Saved data entries
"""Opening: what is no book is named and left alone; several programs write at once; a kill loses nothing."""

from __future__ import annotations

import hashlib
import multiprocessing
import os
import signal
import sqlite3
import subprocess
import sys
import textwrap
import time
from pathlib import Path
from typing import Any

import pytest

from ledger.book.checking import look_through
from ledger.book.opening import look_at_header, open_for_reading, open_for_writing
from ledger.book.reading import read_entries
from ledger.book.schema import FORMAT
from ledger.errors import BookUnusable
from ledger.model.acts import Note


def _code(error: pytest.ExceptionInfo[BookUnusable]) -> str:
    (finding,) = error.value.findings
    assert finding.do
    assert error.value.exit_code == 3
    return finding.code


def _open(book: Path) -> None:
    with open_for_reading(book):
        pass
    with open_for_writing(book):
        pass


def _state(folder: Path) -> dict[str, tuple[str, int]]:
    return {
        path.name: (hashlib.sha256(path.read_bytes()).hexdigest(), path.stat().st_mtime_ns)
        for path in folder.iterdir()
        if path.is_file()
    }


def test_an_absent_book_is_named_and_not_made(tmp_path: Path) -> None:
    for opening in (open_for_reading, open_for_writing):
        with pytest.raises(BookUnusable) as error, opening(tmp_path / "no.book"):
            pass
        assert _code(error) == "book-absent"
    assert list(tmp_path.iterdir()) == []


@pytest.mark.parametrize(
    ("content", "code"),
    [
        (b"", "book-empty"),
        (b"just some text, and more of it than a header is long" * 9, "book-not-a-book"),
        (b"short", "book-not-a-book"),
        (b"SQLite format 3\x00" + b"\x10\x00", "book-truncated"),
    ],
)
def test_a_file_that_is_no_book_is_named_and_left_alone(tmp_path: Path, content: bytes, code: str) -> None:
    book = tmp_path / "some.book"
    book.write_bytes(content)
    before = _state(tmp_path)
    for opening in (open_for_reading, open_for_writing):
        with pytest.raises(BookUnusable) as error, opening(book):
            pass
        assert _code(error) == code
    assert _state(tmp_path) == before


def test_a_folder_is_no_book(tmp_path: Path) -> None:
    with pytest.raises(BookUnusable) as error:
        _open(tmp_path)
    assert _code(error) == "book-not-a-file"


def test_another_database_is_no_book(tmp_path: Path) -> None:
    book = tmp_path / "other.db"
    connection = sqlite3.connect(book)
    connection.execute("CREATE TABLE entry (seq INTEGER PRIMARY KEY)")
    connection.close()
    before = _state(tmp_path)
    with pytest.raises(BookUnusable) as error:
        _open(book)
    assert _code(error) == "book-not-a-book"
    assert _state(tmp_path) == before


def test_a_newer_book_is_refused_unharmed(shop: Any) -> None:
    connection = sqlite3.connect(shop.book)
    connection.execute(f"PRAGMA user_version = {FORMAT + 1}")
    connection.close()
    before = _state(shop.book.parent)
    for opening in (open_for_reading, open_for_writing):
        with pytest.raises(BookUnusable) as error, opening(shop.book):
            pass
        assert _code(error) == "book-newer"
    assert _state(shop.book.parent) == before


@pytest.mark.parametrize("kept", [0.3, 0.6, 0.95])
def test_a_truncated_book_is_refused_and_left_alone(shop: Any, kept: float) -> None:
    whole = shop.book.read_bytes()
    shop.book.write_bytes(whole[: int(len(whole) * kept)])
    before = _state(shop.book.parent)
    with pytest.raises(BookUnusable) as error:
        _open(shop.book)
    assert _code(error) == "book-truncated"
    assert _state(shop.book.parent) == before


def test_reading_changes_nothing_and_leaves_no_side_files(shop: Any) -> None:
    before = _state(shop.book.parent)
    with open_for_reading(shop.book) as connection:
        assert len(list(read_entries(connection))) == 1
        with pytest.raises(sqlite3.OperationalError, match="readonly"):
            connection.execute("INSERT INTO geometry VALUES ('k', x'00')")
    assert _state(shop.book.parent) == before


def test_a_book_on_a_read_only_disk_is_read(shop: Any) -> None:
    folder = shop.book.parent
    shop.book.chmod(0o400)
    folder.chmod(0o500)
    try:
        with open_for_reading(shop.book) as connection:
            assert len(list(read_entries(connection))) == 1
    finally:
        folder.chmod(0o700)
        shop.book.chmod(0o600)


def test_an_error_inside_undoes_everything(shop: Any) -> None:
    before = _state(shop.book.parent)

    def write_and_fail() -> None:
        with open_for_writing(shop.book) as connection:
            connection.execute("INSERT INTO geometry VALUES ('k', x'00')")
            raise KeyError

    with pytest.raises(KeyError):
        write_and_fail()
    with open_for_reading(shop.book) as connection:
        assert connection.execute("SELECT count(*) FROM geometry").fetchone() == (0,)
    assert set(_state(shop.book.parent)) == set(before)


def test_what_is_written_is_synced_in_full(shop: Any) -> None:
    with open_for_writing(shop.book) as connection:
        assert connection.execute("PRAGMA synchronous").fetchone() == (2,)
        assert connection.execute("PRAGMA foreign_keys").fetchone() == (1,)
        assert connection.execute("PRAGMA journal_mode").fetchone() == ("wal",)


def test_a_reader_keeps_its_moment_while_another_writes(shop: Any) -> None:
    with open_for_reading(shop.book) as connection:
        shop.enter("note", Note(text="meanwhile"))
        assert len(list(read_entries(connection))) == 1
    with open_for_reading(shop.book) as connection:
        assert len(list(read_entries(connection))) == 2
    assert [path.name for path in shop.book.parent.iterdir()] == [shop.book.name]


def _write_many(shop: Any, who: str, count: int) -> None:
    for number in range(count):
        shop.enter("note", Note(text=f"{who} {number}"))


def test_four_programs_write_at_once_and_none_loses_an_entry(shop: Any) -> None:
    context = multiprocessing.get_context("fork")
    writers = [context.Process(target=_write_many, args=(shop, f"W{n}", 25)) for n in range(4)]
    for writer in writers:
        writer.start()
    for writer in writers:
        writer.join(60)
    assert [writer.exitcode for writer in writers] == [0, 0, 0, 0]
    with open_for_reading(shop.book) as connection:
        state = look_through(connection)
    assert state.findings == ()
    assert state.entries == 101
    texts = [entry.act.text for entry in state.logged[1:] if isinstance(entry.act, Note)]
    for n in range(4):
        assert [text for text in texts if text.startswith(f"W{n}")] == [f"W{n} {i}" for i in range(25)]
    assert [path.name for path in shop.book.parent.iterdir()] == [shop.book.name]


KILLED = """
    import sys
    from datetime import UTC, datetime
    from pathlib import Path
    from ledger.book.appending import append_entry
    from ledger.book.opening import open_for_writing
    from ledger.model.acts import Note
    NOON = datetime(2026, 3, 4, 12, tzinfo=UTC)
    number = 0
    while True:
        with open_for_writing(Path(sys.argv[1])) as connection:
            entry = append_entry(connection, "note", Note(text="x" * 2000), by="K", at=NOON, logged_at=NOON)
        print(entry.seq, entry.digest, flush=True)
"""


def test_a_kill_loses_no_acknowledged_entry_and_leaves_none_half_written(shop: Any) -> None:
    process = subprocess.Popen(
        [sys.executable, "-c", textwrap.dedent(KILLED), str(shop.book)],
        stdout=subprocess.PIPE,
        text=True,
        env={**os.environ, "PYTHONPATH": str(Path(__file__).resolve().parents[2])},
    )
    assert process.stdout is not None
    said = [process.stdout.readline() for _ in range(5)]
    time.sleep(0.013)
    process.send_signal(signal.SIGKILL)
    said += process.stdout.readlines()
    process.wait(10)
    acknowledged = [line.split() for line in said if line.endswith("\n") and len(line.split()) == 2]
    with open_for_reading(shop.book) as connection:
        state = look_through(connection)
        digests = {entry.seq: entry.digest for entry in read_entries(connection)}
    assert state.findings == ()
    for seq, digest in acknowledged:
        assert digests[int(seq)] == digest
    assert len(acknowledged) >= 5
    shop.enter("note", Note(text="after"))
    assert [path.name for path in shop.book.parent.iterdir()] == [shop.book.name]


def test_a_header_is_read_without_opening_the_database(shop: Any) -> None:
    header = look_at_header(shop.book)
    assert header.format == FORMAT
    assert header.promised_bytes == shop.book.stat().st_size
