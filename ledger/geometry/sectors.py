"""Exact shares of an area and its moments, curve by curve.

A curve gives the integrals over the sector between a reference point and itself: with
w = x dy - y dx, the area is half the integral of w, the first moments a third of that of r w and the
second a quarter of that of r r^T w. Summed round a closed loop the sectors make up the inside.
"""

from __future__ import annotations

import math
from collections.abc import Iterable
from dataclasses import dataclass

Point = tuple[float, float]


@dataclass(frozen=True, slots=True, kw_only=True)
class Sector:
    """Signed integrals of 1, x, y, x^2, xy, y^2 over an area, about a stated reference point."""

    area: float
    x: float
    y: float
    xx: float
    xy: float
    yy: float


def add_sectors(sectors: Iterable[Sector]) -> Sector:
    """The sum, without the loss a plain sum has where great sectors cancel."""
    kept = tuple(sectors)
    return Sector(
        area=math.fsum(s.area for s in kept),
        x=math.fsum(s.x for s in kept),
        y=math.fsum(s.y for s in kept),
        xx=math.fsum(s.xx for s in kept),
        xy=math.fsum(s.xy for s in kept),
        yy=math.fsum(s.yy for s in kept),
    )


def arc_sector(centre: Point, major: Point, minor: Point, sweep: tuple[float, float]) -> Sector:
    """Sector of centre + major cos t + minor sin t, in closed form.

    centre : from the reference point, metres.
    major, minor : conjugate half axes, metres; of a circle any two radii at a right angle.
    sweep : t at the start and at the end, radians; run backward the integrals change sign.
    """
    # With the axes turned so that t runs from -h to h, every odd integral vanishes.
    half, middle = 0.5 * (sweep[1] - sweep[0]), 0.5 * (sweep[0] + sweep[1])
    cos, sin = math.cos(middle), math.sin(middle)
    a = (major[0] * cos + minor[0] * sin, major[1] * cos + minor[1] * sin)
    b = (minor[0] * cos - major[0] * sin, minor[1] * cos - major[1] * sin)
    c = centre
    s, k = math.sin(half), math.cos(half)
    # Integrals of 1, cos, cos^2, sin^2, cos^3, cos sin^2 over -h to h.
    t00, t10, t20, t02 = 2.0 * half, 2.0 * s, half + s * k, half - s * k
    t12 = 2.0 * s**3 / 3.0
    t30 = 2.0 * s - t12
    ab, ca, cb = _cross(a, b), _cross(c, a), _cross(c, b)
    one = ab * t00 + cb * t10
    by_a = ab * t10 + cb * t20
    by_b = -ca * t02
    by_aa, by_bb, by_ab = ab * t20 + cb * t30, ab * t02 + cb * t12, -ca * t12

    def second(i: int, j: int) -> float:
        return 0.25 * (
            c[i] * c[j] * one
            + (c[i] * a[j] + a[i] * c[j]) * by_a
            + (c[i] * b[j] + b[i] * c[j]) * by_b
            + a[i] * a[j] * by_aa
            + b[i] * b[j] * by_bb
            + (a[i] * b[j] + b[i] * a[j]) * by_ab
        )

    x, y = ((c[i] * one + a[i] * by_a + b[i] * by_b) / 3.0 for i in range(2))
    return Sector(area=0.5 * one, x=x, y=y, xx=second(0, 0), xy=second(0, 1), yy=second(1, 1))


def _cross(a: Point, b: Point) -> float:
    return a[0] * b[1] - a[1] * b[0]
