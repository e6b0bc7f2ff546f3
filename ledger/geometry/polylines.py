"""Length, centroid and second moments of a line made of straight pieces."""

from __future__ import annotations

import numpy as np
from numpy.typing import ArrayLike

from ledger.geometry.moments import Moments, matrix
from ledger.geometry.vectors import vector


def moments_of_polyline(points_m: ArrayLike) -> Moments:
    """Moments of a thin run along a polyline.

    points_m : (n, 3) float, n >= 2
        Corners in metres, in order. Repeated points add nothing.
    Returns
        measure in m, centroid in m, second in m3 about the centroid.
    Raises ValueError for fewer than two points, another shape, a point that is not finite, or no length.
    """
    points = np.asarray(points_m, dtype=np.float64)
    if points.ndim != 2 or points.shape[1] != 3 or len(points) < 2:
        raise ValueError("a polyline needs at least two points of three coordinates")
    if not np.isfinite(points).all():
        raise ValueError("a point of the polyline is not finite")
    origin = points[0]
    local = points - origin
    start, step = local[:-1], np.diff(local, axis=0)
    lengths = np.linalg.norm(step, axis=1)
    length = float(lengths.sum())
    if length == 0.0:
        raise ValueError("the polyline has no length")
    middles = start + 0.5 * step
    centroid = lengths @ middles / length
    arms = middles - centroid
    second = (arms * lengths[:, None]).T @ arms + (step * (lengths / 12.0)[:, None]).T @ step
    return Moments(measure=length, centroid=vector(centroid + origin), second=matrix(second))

---

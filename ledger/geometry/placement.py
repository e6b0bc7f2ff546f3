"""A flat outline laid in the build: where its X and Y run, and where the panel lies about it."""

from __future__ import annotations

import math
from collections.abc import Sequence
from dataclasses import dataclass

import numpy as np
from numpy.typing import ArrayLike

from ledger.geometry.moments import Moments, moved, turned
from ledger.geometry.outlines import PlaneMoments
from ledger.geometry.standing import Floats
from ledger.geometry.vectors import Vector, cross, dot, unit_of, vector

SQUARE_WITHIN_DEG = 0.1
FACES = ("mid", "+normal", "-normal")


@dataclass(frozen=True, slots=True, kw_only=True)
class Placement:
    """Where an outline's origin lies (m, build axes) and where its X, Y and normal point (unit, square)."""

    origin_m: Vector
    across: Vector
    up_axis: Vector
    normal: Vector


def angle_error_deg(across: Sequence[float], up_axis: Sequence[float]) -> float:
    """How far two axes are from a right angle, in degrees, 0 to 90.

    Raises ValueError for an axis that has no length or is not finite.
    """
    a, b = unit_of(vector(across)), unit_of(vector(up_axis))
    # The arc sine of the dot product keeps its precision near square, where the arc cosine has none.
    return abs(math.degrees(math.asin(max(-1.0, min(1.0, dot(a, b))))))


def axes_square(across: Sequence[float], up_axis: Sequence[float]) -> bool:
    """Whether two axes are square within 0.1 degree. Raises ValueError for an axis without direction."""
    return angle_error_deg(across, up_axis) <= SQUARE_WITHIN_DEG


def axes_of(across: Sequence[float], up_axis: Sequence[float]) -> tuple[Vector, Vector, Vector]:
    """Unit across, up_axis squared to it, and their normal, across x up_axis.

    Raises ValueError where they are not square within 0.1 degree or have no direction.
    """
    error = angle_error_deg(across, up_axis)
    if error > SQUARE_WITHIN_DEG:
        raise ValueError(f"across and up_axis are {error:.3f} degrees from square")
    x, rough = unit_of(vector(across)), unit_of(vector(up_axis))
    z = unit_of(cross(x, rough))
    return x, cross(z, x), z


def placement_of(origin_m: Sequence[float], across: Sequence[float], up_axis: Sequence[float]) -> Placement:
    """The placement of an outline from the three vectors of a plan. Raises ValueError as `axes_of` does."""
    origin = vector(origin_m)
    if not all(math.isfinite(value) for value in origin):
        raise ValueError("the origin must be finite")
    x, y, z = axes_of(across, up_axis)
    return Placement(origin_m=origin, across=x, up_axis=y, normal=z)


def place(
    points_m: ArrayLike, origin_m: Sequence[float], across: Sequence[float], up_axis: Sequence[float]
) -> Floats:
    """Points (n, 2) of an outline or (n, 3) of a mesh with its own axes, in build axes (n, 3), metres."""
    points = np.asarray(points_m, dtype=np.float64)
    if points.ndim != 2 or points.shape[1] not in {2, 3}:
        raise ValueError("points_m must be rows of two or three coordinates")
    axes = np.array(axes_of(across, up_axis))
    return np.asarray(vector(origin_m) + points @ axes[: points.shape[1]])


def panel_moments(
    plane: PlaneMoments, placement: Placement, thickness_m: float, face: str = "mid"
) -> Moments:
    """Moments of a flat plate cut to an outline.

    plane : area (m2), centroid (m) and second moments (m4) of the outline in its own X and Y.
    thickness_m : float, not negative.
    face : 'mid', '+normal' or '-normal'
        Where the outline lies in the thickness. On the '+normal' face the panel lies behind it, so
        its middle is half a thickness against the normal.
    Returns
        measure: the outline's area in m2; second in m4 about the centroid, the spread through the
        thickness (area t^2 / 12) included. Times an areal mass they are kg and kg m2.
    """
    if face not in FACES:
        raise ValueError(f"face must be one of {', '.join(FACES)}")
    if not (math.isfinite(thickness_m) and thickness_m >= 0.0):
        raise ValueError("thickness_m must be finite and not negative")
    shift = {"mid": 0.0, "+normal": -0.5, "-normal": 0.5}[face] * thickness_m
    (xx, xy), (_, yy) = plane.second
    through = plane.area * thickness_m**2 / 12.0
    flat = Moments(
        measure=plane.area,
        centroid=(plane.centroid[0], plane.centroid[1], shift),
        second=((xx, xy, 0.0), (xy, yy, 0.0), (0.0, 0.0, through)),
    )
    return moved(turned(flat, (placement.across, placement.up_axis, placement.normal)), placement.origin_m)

(Problem details) What you give back should be exactly the lines of the data above from the line with "x=math.fsum(s.x for s" through the line with "# Integrals of", both of those included, and nothing more.

(Solution for this problem)
        x=math.fsum(s.x for s in kept),
        y=math.fsum(s.y for s in kept),
        xx=math.fsum(s.xx for s in kept),
        xy=math.fsum(s.xy for s in kept),
        yy=math.fsum(s.yy for s in kept),
    )


def arc_sector(centre: Point, major: Point, minor: Point, sweep: tuple[float, float]) -> Sector:
    """Sector of centre + major cos t + minor sin t, in closed form.

    centre : from the reference point, metres.
    major, minor : conjugate half axes, metres; of a circle any two radii at a right angle.
    sweep : t at the start and at the end, radians; run backward the integrals change sign.
    """
    # With the axes turned so that t runs from -h to h, every odd integral vanishes.
    half, middle = 0.5 * (sweep[1] - sweep[0]), 0.5 * (sweep[0] + sweep[1])
    cos, sin = math.cos(middle), math.sin(middle)
    a = (major[0] * cos + minor[0] * sin, major[1] * cos + minor[1] * sin)
    b = (minor[0] * cos - major[0] * sin, minor[1] * cos - major[1] * sin)
    c = centre
    s, k = math.sin(half), math.cos(half)
    # Integrals of 1, cos, cos^2, sin^2, cos^3, cos sin^2 over -h to h.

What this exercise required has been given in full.